-- REQUIRED WORK --
Each line holding the word "order" must appear in the answer, copied from the entries.

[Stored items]
↓

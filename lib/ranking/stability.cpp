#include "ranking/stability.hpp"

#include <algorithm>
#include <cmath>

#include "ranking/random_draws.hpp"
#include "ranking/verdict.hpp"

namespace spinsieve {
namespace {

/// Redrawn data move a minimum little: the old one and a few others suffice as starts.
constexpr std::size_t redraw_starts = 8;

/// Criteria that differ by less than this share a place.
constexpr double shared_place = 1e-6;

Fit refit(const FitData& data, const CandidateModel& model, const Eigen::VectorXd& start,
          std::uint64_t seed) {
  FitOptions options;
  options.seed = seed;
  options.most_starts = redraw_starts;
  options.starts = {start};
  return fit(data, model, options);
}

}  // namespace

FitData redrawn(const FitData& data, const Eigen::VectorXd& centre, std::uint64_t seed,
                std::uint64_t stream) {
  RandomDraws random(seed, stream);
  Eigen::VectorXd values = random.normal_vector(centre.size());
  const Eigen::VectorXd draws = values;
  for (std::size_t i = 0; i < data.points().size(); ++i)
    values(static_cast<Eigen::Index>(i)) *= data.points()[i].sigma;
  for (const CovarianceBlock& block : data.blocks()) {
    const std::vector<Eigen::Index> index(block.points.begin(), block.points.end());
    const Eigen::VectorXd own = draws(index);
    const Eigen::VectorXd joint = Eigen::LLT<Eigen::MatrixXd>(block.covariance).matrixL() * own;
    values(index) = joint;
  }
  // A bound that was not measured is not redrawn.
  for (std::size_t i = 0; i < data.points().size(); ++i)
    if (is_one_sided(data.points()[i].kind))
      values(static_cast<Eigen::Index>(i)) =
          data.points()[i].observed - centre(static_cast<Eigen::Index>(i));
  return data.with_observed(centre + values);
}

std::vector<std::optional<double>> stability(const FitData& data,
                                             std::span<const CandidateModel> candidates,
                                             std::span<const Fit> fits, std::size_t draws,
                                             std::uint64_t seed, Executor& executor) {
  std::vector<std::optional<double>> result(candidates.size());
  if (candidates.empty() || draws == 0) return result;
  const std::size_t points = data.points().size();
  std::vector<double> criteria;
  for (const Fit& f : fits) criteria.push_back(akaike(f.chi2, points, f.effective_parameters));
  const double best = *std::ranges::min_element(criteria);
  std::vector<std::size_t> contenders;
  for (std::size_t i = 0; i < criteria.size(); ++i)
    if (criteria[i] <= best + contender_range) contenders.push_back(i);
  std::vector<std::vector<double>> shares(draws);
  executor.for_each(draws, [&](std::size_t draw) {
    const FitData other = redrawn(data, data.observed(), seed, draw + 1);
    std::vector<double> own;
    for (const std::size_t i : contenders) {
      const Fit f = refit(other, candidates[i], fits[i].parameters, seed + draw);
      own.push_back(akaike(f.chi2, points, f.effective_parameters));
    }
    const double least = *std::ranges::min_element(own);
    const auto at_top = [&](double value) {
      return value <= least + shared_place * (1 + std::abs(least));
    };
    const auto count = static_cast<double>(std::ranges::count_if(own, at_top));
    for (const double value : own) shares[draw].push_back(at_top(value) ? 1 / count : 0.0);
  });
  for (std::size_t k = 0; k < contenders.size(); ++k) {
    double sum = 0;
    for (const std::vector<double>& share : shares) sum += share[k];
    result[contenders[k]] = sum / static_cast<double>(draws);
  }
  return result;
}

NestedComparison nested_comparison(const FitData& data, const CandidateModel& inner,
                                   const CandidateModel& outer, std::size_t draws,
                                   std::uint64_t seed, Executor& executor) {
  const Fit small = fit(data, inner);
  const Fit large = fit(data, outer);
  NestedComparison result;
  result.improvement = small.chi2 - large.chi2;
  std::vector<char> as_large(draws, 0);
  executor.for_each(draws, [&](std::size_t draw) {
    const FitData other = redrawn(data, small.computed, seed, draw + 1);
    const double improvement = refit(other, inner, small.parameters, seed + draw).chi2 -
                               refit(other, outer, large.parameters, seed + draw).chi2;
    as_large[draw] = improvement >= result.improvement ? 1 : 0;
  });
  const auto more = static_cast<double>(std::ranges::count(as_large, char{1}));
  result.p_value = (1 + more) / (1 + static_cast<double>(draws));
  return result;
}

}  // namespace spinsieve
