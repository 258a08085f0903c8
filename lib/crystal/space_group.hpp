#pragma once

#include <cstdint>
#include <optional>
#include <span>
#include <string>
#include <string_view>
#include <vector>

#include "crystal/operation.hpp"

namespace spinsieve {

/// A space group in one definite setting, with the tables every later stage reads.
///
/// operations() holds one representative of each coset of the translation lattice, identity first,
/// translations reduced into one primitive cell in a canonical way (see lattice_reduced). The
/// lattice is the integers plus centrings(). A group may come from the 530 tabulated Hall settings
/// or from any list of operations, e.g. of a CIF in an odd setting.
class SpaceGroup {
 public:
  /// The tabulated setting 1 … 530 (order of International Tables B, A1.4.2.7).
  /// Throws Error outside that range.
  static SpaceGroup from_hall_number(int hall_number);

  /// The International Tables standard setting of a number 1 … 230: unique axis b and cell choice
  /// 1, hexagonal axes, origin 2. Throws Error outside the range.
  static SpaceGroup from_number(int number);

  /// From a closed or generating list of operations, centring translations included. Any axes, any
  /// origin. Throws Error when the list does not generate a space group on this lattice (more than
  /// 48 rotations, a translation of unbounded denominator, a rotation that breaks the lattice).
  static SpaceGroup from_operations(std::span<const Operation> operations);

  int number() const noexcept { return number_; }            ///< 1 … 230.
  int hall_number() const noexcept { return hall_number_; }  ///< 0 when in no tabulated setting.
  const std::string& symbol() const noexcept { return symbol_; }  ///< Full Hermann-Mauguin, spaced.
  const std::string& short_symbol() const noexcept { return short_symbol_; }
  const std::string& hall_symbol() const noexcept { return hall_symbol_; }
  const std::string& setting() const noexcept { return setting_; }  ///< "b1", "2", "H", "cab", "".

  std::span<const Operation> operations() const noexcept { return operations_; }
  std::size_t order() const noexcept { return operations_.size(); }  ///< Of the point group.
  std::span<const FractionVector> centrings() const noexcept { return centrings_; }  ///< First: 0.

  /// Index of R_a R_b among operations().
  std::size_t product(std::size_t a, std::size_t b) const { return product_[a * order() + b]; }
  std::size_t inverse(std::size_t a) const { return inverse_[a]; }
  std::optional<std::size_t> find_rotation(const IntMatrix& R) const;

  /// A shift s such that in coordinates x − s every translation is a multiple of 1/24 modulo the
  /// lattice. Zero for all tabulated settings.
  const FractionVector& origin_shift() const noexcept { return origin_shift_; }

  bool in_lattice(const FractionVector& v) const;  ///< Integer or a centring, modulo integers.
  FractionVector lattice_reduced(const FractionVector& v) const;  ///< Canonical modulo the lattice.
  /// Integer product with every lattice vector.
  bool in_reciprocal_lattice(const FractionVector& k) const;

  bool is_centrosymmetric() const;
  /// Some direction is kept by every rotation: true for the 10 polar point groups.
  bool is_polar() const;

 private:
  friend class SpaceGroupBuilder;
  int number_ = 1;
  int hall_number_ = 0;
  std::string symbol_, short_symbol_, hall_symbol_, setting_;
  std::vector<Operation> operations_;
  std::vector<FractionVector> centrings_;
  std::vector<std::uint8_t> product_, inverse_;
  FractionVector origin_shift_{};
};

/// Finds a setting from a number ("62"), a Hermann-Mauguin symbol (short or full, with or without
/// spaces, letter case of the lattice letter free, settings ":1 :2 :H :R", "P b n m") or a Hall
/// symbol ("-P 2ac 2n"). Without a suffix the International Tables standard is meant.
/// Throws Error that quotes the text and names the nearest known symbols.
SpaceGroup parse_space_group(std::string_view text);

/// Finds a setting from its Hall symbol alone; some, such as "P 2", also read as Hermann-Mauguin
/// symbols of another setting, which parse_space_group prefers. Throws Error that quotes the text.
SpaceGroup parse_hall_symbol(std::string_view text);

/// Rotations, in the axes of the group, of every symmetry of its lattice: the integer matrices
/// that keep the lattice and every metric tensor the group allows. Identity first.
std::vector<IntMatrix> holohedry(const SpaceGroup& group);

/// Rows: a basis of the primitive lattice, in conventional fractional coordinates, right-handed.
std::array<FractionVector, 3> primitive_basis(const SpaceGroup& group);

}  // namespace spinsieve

↑
↓

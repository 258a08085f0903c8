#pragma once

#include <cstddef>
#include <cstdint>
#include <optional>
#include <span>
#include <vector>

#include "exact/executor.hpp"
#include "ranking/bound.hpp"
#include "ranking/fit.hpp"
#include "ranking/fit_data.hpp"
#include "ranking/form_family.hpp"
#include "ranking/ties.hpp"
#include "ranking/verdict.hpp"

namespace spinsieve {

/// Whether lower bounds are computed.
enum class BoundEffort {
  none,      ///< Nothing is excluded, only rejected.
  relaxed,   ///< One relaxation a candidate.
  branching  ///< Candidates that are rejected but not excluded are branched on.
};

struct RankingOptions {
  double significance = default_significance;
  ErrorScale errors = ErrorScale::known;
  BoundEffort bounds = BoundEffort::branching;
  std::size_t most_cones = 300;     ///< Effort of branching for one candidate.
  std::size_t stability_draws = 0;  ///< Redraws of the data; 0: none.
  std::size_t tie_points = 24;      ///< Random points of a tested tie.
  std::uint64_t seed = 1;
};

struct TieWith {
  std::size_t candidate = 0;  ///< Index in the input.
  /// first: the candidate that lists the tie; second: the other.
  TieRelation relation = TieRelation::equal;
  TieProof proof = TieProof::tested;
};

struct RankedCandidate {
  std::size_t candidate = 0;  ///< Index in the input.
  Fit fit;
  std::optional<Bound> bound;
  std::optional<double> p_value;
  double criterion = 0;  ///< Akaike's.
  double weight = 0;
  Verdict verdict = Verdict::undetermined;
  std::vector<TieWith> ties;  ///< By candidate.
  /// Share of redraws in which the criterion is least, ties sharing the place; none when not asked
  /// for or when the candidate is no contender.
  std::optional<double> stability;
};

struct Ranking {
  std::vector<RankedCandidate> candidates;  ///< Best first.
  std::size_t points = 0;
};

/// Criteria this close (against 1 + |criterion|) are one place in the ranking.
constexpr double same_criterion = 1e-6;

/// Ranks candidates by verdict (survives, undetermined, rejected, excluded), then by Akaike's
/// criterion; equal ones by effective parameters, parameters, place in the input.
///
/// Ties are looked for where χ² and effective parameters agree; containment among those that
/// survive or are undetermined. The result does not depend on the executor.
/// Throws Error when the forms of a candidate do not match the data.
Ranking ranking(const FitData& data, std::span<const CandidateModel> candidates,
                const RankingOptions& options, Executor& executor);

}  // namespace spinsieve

↑
↓

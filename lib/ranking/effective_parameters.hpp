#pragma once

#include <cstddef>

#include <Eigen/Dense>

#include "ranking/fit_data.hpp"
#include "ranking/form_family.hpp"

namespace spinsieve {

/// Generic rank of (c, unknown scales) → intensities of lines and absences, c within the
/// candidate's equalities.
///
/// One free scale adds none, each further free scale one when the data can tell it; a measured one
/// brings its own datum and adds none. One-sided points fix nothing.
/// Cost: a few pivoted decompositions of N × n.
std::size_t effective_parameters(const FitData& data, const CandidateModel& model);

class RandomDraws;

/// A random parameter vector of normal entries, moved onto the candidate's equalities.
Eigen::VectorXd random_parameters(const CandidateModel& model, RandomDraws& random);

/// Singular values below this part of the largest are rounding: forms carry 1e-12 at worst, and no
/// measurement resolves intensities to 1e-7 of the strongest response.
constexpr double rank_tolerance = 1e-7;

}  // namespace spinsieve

↑

-- OUTPUT BELOW --
  /// The tabulated setting 1 … 530 (order of International Tables B, A1.4.2.7).
  std::size_t order() const noexcept { return operations_.size(); }  ///< Of the point group.
  std::size_t product(std::size_t a, std::size_t b) const { return product_[a * order() + b]; }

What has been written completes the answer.